Problem requirements ::
Scan the data below. Pull out each line where "EsterwaySiteChangeEvent" occurs.

Saved entries:
↓

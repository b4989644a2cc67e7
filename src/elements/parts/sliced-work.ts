/** Work under way. After `stop` nothing more is heard of it. */
export interface Running {
  stop(): void;
}

/**
 * Hands an order to a worker.
 *
 * @param start throws where the page lets no worker start
 * @param heard takes what the worker says, and tells whether that was the last
 * @param refused called where the page lets no worker start, or its file is not there
 * @param moved what moves to the worker instead of being copied
 */
export function inWorker<Report>(start: () => Worker, order: unknown, heard: (report: Report) => 'more' | 'last', refused: () => void, moved: readonly Transferable[] = []): Running {
  let worker: Worker;
  try {
    worker = start();
  } catch {
    refused();
    return { stop: () => undefined };
  }
  worker.addEventListener('message', ({ data }: MessageEvent<Report>) => {
    if (heard(data) === 'last') worker.terminate();
  });
  // its own mistakes come as messages: this is a file that does not load, or a policy
  worker.addEventListener('error', (event) => {
    event.preventDefault();
    worker.terminate();
    refused();
  });
  worker.postMessage(order, [...moved]);
  return { stop: () => worker.terminate() };
}

/** Works in the page, slice by slice, and lets it breathe in between. */
export function inPage<Piece, Whole>(slices: Generator<Piece, Whole, void>, heard: { piece(piece: Piece): void; whole(whole: Whole): void; failed(error: string): void }): Running {
  let stopped = false;
  const next = (): void => {
    if (stopped) return;
    try {
      const { done, value } = slices.next();
      if (done) return heard.whole(value);
      heard.piece(value);
      setTimeout(next);
    } catch (error) {
      heard.failed(String(error));
    }
  };
  setTimeout(next);
  return {
    stop: () => {
      stopped = true;
    },
  };
}
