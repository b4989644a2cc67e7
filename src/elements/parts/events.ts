import type { SiteProfile, LotEntry } from '../../lot/entry.js';
import type { Edit } from '../../lot/edit.js';
import type { LotFaults, LotReading } from '../../lot/lot-reading.js';

/** Asks the holder of the lot to change it. Internal: it goes no further than the holder. */
export class EsterwayEditEvent extends Event {
  static readonly type = 'esterway-edit';
  constructor(
    readonly edit: Edit,
    /** Whether the site profile is meant, not the lot. */
    readonly ofSite = false,
  ) {
    super(EsterwayEditEvent.type, { bubbles: true, composed: true });
  }
}

/** Asks the holder of the lot to take the last edit back. Internal, like {@link EsterwayEditEvent}. */
export class EsterwayUndoEvent extends Event {
  static readonly type = 'esterway-undo';
  constructor() {
    super(EsterwayUndoEvent.type, { bubbles: true, composed: true });
  }
}

/** A person changed the lot; it has been read anew. */
export class EsterwayChangeEvent extends Event {
  static readonly type = 'esterway-change';
  constructor(
    readonly entry: LotEntry,
    readonly reading: LotReading | LotFaults,
  ) {
    super(EsterwayChangeEvent.type, { bubbles: true, composed: true });
  }
}

/** A person changed a site value. The page may keep `site` and set it again next time. */
export class EsterwaySiteChangeEvent extends Event {
  static readonly type = 'esterway-site-change';
  constructor(readonly site: SiteProfile) {
    super(EsterwaySiteChangeEvent.type, { bubbles: true, composed: true });
  }
}

/** A person wants to see how a figure was worked out. */
export class EsterwayOpenEvent extends Event {
  static readonly type = 'esterway-open';
  constructor(
    /** Key of the quantity. */
    readonly key: string,
  ) {
    super(EsterwayOpenEvent.type, { bubbles: true, composed: true });
  }
}

declare global {
  interface HTMLElementEventMap {
    'esterway-edit': EsterwayEditEvent;
    'esterway-undo': EsterwayUndoEvent;
    'esterway-change': EsterwayChangeEvent;
    'esterway-site-change': EsterwaySiteChangeEvent;
    'esterway-open': EsterwayOpenEvent;
  }
}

↑

Answer box ::
export class EsterwaySiteChangeEvent extends Event {
    super(EsterwaySiteChangeEvent.type, { bubbles: true, composed: true });
    'esterway-site-change': EsterwaySiteChangeEvent;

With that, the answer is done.